What to work on:
Repeat only the stretch of lines below that runs from the line with "for (const m of endsAt.get(a)" through the line with "let html = escapeHtml(piece.replace(/\t/g, '", unaltered.

Records to use:
----

export const REPORT_CSS = `
:root { --error: #b8430b; --warning: #8a6100; --note: #0b5f99; --ink: #1c1c1c; --muted: #5c5c5c; --rule: #d0d0d0; --result: #eef3f7; --paper: #fff; }
* { box-sizing: border-box; }
body { margin: 0; font: 15px/1.5 system-ui, -apple-system, "Segoe UI", Roboto, "Helvetica Neue", Arial, sans-serif; color: var(--ink); background: var(--paper); }
header.top, section.file, section.failures, footer { max-width: 1200px; margin: 0 auto; padding: 12px 20px; }
h1 { font-size: 1.5em; margin: 0.4em 0; } h2 { font-size: 1.25em; margin: 1.2em 0 0.4em; border-bottom: 2px solid var(--ink); } h3 { font-size: 1.05em; margin: 1em 0 0.3em; }
.cautions { border-left: 4px solid var(--ink); padding: 6px 12px; background: #f6f6f6; font-size: 0.92em; }
.cautions p { margin: 0.3em 0; }
table.summary { border-collapse: collapse; margin: 8px 0; }
table.summary td, table.summary th { border: 1px solid var(--rule); padding: 3px 10px; text-align: right; }
table.summary th { text-align: left; font-weight: 600; }
.lvl-error { --c: var(--error); } .lvl-warning { --c: var(--warning); } .lvl-note { --c: var(--note); }
.sym { color: var(--c); font-weight: 700; }
.layout { display: grid; grid-template-columns: minmax(0, 3fr) minmax(280px, 2fr); gap: 20px; align-items: start; }
@media (max-width: 900px) { .layout { grid-template-columns: 1fr; } }
.manuscript { font: 14px/1.6 ui-monospace, SFMono-Regular, Menlo, Consolas, monospace; border: 1px solid var(--rule); padding: 8px 0; overflow-wrap: anywhere; }
.line { display: grid; grid-template-columns: 4.5em minmax(0, 1fr); white-space: pre-wrap; }
.ln { color: var(--muted); text-align: right; padding-right: 1em; user-select: none; }
.result { background: var(--result); border-radius: 2px; }
mark.flag { background: transparent; color: inherit; text-decoration-line: underline; text-decoration-color: var(--c); text-decoration-thickness: 2px; text-underline-offset: 3px; }
mark.flag.lvl-error { text-decoration-style: double; text-decoration-thickness: 3px; background: #fbe9e1; }
mark.flag.lvl-warning { text-decoration-style: dashed; background: #fbf3dc; }
mark.flag.lvl-note { text-decoration-style: dotted; }
mark.flag a { color: inherit; text-decoration: none; }
mark.flag .tag { font-size: 0.75em; vertical-align: super; color: var(--c); }
.cards { display: flex; flex-direction: column; gap: 10px; }
details.card { border: 1px solid var(--rule); border-left: 6px solid var(--c); padding: 6px 10px; background: var(--paper); break-inside: avoid; }
details.card:target { outline: 3px solid var(--c); }
details.card summary { cursor: pointer; font-weight: 600; }
details.card dl { display: grid; grid-template-columns: 8.5em minmax(0, 1fr); gap: 2px 10px; margin: 6px 0; font-size: 0.92em; }
details.card dt { color: var(--muted); } details.card dd { margin: 0; overflow-wrap: anywhere; }
.where { font-weight: 400; color: var(--muted); }
svg text { font: 11px system-ui, sans-serif; fill: var(--ink); }
svg .axis { stroke: var(--muted); stroke-width: 1; } svg .grid { stroke: var(--rule); stroke-width: 1; }
svg .alpha { stroke: var(--ink); stroke-width: 1.5; stroke-dasharray: 5 3; }
svg .range { fill: #4d4d4d; } svg .range.fits { fill: #7da7c7; }
svg .reported { fill: var(--paper); stroke: var(--ink); stroke-width: 2; }
svg a:hover rect.row { fill: #f0f0f0; }
table.checklist { border-collapse: collapse; width: 100%; font-size: 0.92em; }
table.checklist td, table.checklist th { border: 1px solid var(--rule); padding: 3px 8px; text-align: left; vertical-align: top; }
.st-found::before { content: "✓ "; } .st-missing::before { content: "✗ "; font-weight: 700; } .st-not-applicable::before { content: "– "; }
.st-missing { color: var(--error); }
.results-list { font-size: 0.92em; }
.results-list li { margin: 4px 0; }
@media print { .layout { grid-template-columns: 1fr; } details.card { page-break-inside: avoid; } a { color: inherit; } }
`;

/** The HTML report for a whole run. */
export function formatHtml(run: RunReport, options: { title?: string } = {}): string {
  const title = options.title ?? `plumbline report: ${run.files.map((f) => f.path).join(', ') || 'no files'}`;
  const body = [
    '<header class="top">',
    `<h1>${escapeHtml(title)}</h1>`,
    `<p>${escapeHtml(run.tool.name)} ${escapeHtml(run.tool.version)} checked the t-tests these manuscripts report: each p against its t and df, and each test against the descriptives, intervals and effect sizes beside it, allowing for rounding.</p>`,
    summaryTable(run),
    cautionsHtml(),
    '</header>',
    ...run.files.map((f, i) => fileSection(f, i)),
    run.failures.length > 0
      ? `<section class="failures"><h2>Not checked</h2><ul>${run.failures.map((f) => `<li><strong>${escapeHtml(f.path)}</strong>: ${escapeHtml(f.message)}</li>`).join('')}</ul></section>`
      : '',
    `<footer>${cautionsHtml()}</footer>`,
  ].join('\n');
  return `<!DOCTYPE html>
<html lang="en">
<head>
<meta charset="utf-8">
<meta http-equiv="Content-Security-Policy" content="default-src 'none'; style-src 'unsafe-inline'; img-src data:; base-uri 'none'; form-action 'none'">
<meta name="referrer" content="no-referrer">
<meta name="viewport" content="width=device-width, initial-scale=1">
<title>${escapeHtml(title)}</title>
<style>${REPORT_CSS}</style>
</head>
<body>
${body}
</body>
</html>
`;
}

export function cautionsHtml(): string {
  return `<div class="cautions" role="note">${CAUTIONS.map((c) => `<p>${escapeHtml(c)}</p>`).join('')}</div>`;
}

function summaryTable(run: RunReport): string {
  const c = countRun(run);
  const flaggedResults = new Set<string>();
  for (const [i, f] of run.files.entries()) for (const x of f.findings) if (x.resultId && x.level !== 'note') flaggedResults.add(`${i}/${x.resultId}`);
  const consistent = run.files.reduce((n, f, i) => n + f.results.filter((r) => r.recomputed && !flaggedResults.has(`${i}/${r.id}`)).length, 0);
  const row = (label: string, value: number, cls = '') => `<tr${cls ? ` class="${cls}"` : ''}><th>${label}</th><td>${value}</td></tr>`;
  return `<table class="summary" aria-label="summary">
${row('Files checked', c.files)}${c.failures > 0 ? row('Files not checked', c.failures) : ''}
${row('Results found', c.results)}
${row('Results with p recomputed', c.checked)}
${row('Recomputed and not flagged', consistent)}
${row(`<span class="sym">${SEVERITY.error.symbol}</span> Errors`, c.error, 'lvl-error')}
${row(`<span class="sym">${SEVERITY.warning.symbol}</span> Warnings`, c.warning, 'lvl-warning')}
${row(`<span class="sym">${SEVERITY.note.symbol}</span> Notes`, c.note, 'lvl-note')}
</table>`;
}

/** One file: the overview plot, the text with its marks beside the cards, the results, the checklist. */
export function fileSection(file: FileReport, index: number): string {
  const ordered = [...file.findings].sort((a, b) => a.span.start - b.span.start);
  return [
    `<section class="file" id="${anchor(index, 'file', 0)}">`,
    `<h2>${escapeHtml(file.path)}</h2>`,
    `<p>${file.results.length} result${file.results.length === 1 ? '' : 's'} found, ${file.findings.length} finding${file.findings.length === 1 ? '' : 's'}. Alpha ${escapeHtml(String(file.alpha.value))}, ${escapeHtml(file.sidedness.value)}-tailed where the text says nothing.</p>`,
    file.results.some(plottable) ? `<h3>All tests in reading order</h3>${forestPlot(file, index)}` : '',
    '<div class="layout">',
    `<div><h3>Manuscript</h3>${manuscriptHtml(file, index, ordered)}</div>`,
    `<div><h3>Findings</h3><div class="cards">${ordered.length === 0 ? '<p>No findings.</p>' : ordered.map((f, n) => card(file, index, f, n)).join('\n')}</div></div>`,
    '</div>',
    file.results.length > 0 ? `<h3>Results</h3><ol class="results-list">${file.results.map((r, n) => resultItem(file, index, r, n)).join('')}</ol>` : '',
    file.checklist.length > 0 ? `<h3>Reporting checklist</h3>${checklistTable(file, index)}` : '',
    '</section>',
  ].join('\n');
}

/** The source, line by line, with results shaded and flagged spans marked by severity. */
function manuscriptHtml(file: FileReport, index: number, ordered: Finding[]): string {
  const src = file.source;
  const cuts = new Set<number>([0, src.length]);
  for (let i = src.indexOf('\n'); i >= 0; i = src.indexOf('\n', i + 1)) cuts.add(i + 1);
  const marks = ordered.map((f, n) => ({ start: f.span.start, end: Math.max(f.span.end, f.span.start), n, level: f.level }));
  for (const m of marks) cuts.add(m.start).add(m.end);
  for (const r of file.results) cuts.add(r.span.start).add(r.span.end);
  const points = [...cuts].filter((x) => x >= 0 && x <= src.length).sort((a, b) => a - b);
  const lines: string[] = [];
  let line = 1;
  let current = `<div class="line" id="${anchor(index, 'L', 1)}"><span class="ln">1</span><span class="tx">`;
  const emptyAt = new Map<number, typeof marks>();
  for (const m of marks) if (m.end === m.start) emptyAt.set(m.start, [...(emptyAt.get(m.start) ?? []), m]);
  const flagTag = (m: (typeof marks)[number], inner: string) =>
    `<mark class="flag lvl-${m.level}" data-finding="${m.n}"><a href="#${anchor(index, 'card', m.n)}" title="${SEVERITY[m.level].word}">${inner}<span class="tag" aria-label="${SEVERITY[m.level].word}">${SEVERITY[m.level].symbol}</span></a></mark>`;
  // a sweep over the cut points keeps the marks and results covering each piece (linear, not a scan per piece)
  const startsAt = new Map<number, typeof marks>();
  const endsAt = new Map<number, typeof marks>();
  for (const m of marks) {
    if (m.end === m.start) continue;
    startsAt.set(m.start, [...(startsAt.get(m.start) ?? []), m]);
    endsAt.set(m.end, [...(endsAt.get(m.end) ?? []), m]);
  }
  const resultDelta = new Map<number, number>();
  for (const r of file.results) {
    resultDelta.set(r.span.start, (resultDelta.get(r.span.start) ?? 0) + 1);
    resultDelta.set(r.span.end, (resultDelta.get(r.span.end) ?? 0) - 1);
  }
  const active = new Set<(typeof marks)[number]>();
  let inResults = 0;
  for (let k = 0; k < points.length; k++) {
    const a = points[k] as number;
    for (const m of endsAt.get(a) ?? []) active.delete(m);
    for (const m of startsAt.get(a) ?? []) active.add(m);
    inResults += resultDelta.get(a) ?? 0;
    for (const m of emptyAt.get(a) ?? []) current += flagTag(m, '');
    const b = points[k + 1];
    if (b === undefined) break;
    let piece = src.slice(a, b);
    const newline = piece.endsWith('\n');
    if (newline) piece = piece.slice(0, -1).replace(/\r$/, '');
    let html = escapeHtml(piece.replace(/\t/g, '    ').replace(/^\uFEFF/, ''));
    if (html !== '') {
      if (inResults > 0) html = `<span class="result">${html}</span>`;
      const covering = [...active];
      // the most severe mark outermost; each finding's first piece carries its tag
      for (const m of covering.sort((x, y) => RANK[x.level] - RANK[y.level])) {
        html = m.start === a ? flagTag(m, html) : `<mark class="flag lvl-${m.level}" data-finding="${m.n}">${html}</mark>`;
      }
    }
    current += html;
    if (newline) {
      lines.push(`${current}</span></div>`);
      line += 1;
      current = `<div class="line" id="${anchor(index, 'L', line)}"><span class="ln">${line}</span><span class="tx">`;
    }
  }
  // a final line end does not start a line of its own
  if (!(src.endsWith('\n') && current.endsWith('<span class="tx">'))) lines.push(`${current}</span></div>`);
  return `<div class="manuscript">${lines.join('\n')}</div>`;
}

----

Your response:
    for (const m of endsAt.get(a) ?? []) active.delete(m);
    for (const m of startsAt.get(a) ?? []) active.add(m);
    inResults += resultDelta.get(a) ?? 0;
    for (const m of emptyAt.get(a) ?? []) current += flagTag(m, '');
    const b = points[k + 1];
    if (b === undefined) break;
    let piece = src.slice(a, b);
    const newline = piece.endsWith('\n');
    if (newline) piece = piece.slice(0, -1).replace(/\r$/, '');
    let html = escapeHtml(piece.replace(/\t/g, '    ').replace(/^\uFEFF/, ''));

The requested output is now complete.